Saved data entries
* * * *

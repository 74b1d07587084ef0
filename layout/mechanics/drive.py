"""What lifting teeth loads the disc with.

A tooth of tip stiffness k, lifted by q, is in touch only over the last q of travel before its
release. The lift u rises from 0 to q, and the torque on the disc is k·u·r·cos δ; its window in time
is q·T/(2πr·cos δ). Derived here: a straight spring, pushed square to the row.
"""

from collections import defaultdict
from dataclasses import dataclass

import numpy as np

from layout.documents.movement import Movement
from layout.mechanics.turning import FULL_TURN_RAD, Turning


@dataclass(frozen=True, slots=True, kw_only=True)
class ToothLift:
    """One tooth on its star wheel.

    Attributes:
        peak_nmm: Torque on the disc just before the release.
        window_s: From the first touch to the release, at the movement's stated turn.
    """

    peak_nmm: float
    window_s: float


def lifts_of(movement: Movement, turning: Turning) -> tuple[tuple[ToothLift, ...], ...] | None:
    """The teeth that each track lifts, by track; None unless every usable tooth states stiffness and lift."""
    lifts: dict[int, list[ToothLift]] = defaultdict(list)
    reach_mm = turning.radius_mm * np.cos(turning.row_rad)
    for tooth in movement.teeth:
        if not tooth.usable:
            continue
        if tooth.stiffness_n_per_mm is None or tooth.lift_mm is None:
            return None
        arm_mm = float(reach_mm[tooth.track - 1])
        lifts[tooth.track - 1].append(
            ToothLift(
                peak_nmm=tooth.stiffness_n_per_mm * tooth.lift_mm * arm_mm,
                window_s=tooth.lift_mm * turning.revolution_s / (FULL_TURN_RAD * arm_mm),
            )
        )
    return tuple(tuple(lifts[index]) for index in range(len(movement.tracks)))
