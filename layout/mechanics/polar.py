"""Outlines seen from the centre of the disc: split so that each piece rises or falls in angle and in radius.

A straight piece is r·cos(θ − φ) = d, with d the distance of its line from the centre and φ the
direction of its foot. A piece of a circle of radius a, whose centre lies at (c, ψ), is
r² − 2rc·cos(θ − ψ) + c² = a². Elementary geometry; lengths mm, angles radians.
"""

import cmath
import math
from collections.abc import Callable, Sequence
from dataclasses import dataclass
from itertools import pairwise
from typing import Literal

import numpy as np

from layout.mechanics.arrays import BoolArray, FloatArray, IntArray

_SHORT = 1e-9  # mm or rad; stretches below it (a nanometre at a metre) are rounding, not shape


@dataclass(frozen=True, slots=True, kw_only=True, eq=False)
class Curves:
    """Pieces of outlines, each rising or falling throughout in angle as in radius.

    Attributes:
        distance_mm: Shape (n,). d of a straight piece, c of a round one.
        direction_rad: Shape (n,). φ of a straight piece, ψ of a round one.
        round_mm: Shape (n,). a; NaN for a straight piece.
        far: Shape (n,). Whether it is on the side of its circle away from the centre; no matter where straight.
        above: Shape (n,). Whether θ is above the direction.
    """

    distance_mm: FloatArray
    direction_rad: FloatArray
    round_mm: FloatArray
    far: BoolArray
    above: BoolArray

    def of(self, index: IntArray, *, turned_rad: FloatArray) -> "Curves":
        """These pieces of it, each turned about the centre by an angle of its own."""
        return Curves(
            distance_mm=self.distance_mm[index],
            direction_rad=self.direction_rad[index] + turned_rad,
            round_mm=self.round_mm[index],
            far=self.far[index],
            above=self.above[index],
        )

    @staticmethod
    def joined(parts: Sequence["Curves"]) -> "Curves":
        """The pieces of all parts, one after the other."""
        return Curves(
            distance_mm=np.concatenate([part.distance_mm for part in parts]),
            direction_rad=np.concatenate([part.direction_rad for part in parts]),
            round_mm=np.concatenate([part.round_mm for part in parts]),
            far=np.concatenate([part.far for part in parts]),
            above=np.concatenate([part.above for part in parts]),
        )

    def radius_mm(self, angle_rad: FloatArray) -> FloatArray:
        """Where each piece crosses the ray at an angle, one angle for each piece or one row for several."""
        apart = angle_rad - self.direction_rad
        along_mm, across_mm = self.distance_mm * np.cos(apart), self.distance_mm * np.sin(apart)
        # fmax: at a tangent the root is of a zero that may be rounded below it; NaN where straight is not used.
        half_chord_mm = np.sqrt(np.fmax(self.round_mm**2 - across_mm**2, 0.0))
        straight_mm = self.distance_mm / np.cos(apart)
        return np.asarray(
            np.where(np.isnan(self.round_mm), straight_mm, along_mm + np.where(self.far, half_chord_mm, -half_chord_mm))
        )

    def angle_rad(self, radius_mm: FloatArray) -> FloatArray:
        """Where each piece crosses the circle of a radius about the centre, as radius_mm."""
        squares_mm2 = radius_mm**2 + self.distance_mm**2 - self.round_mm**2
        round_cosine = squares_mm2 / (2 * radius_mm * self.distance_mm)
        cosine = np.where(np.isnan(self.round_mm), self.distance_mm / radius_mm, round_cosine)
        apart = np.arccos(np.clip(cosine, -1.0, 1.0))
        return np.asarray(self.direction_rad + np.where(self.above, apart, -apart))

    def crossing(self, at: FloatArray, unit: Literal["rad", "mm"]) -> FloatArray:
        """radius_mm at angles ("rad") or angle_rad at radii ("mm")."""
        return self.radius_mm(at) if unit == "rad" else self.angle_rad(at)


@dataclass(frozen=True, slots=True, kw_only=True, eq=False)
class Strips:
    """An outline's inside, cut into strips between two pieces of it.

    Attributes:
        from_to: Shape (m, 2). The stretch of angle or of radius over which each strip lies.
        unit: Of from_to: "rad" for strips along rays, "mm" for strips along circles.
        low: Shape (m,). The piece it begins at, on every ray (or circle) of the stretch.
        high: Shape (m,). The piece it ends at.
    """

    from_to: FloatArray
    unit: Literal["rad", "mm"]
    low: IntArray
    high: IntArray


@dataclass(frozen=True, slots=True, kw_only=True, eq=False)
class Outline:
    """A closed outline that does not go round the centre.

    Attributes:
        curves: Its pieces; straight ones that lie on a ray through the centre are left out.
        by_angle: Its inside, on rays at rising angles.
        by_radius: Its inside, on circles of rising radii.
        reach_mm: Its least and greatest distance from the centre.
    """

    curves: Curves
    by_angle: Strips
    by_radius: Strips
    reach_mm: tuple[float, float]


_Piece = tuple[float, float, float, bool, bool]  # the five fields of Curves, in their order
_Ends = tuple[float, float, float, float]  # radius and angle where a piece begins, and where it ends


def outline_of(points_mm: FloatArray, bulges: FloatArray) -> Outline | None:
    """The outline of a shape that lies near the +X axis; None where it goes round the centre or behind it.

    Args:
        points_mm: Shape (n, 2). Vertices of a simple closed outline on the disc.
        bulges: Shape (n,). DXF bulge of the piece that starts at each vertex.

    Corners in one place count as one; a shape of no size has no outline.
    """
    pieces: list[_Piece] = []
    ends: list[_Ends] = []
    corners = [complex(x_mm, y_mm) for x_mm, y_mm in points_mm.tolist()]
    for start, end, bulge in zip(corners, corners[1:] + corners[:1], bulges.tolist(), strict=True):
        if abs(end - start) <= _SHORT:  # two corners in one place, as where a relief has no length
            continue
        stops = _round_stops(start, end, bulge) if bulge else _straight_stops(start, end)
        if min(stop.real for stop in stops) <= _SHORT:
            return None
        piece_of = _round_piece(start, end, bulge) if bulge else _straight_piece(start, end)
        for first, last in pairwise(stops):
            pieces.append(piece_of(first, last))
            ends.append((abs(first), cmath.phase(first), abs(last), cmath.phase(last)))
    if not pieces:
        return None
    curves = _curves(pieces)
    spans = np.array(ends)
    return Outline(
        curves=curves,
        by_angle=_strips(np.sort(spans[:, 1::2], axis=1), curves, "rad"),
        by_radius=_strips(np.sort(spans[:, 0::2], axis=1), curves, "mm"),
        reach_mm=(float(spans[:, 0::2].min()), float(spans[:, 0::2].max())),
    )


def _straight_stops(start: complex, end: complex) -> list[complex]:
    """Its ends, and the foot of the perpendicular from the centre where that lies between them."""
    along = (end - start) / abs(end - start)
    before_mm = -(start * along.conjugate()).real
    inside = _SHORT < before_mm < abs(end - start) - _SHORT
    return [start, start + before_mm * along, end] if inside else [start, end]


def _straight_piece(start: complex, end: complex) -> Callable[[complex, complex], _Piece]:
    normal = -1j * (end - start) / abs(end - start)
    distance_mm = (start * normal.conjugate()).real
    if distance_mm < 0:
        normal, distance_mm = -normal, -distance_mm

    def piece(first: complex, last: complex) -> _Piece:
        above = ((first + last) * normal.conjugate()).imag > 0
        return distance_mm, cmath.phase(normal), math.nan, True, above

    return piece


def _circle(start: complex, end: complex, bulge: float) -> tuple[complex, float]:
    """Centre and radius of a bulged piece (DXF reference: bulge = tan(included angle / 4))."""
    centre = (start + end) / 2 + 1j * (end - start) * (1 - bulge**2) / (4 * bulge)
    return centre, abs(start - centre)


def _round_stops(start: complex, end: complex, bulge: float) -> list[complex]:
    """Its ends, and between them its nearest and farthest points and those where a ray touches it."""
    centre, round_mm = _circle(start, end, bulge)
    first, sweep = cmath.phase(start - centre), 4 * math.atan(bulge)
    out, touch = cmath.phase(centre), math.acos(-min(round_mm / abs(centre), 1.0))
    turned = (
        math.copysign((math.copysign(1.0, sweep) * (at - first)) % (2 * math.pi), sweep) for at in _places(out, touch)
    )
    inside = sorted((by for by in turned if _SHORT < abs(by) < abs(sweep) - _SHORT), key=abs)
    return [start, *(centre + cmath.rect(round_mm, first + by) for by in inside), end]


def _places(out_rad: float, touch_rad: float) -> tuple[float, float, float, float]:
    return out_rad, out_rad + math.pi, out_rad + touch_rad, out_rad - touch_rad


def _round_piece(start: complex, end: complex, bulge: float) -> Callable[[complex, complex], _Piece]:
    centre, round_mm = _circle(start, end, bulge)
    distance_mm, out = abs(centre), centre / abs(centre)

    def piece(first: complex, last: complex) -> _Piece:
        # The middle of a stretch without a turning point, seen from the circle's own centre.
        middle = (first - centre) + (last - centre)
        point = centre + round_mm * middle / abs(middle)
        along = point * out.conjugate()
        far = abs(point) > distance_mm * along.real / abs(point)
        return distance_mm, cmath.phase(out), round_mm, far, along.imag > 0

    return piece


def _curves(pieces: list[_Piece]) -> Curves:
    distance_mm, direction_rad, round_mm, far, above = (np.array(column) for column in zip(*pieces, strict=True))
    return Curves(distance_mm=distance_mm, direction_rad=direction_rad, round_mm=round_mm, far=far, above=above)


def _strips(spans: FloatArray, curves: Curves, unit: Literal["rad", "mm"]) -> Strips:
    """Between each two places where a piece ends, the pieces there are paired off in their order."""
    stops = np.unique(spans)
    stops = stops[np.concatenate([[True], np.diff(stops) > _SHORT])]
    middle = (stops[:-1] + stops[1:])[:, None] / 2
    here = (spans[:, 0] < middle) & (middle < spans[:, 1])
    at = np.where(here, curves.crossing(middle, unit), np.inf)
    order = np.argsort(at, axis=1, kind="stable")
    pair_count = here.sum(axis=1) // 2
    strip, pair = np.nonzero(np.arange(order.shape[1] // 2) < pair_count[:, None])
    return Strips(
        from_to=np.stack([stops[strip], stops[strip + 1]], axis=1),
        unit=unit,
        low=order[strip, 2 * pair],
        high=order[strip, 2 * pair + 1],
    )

* * * *

* Exercise instructions *
Starting at the line that contains "return [start, *(centre" and stopping after the line that contains "pair_count = here.sum(axis=1) // 2", write out every line exactly as it appears above, and no other line.

* Result below *
    return [start, *(centre + cmath.rect(round_mm, first + by) for by in inside), end]


def _places(out_rad: float, touch_rad: float) -> tuple[float, float, float, float]:
    return out_rad, out_rad + math.pi, out_rad + touch_rad, out_rad - touch_rad


def _round_piece(start: complex, end: complex, bulge: float) -> Callable[[complex, complex], _Piece]:
    centre, round_mm = _circle(start, end, bulge)
    distance_mm, out = abs(centre), centre / abs(centre)

    def piece(first: complex, last: complex) -> _Piece:
        # The middle of a stretch without a turning point, seen from the circle's own centre.
        middle = (first - centre) + (last - centre)
        point = centre + round_mm * middle / abs(middle)
        along = point * out.conjugate()
        far = abs(point) > distance_mm * along.real / abs(point)
        return distance_mm, cmath.phase(out), round_mm, far, along.imag > 0

    return piece


def _curves(pieces: list[_Piece]) -> Curves:
    distance_mm, direction_rad, round_mm, far, above = (np.array(column) for column in zip(*pieces, strict=True))
    return Curves(distance_mm=distance_mm, direction_rad=direction_rad, round_mm=round_mm, far=far, above=above)


def _strips(spans: FloatArray, curves: Curves, unit: Literal["rad", "mm"]) -> Strips:
    """Between each two places where a piece ends, the pieces there are paired off in their order."""
    stops = np.unique(spans)
    stops = stops[np.concatenate([[True], np.diff(stops) > _SHORT])]
    middle = (stops[:-1] + stops[1:])[:, None] / 2
    here = (spans[:, 0] < middle) & (middle < spans[:, 1])
    at = np.where(here, curves.crossing(middle, unit), np.inf)
    order = np.argsort(at, axis=1, kind="stable")
    pair_count = here.sum(axis=1) // 2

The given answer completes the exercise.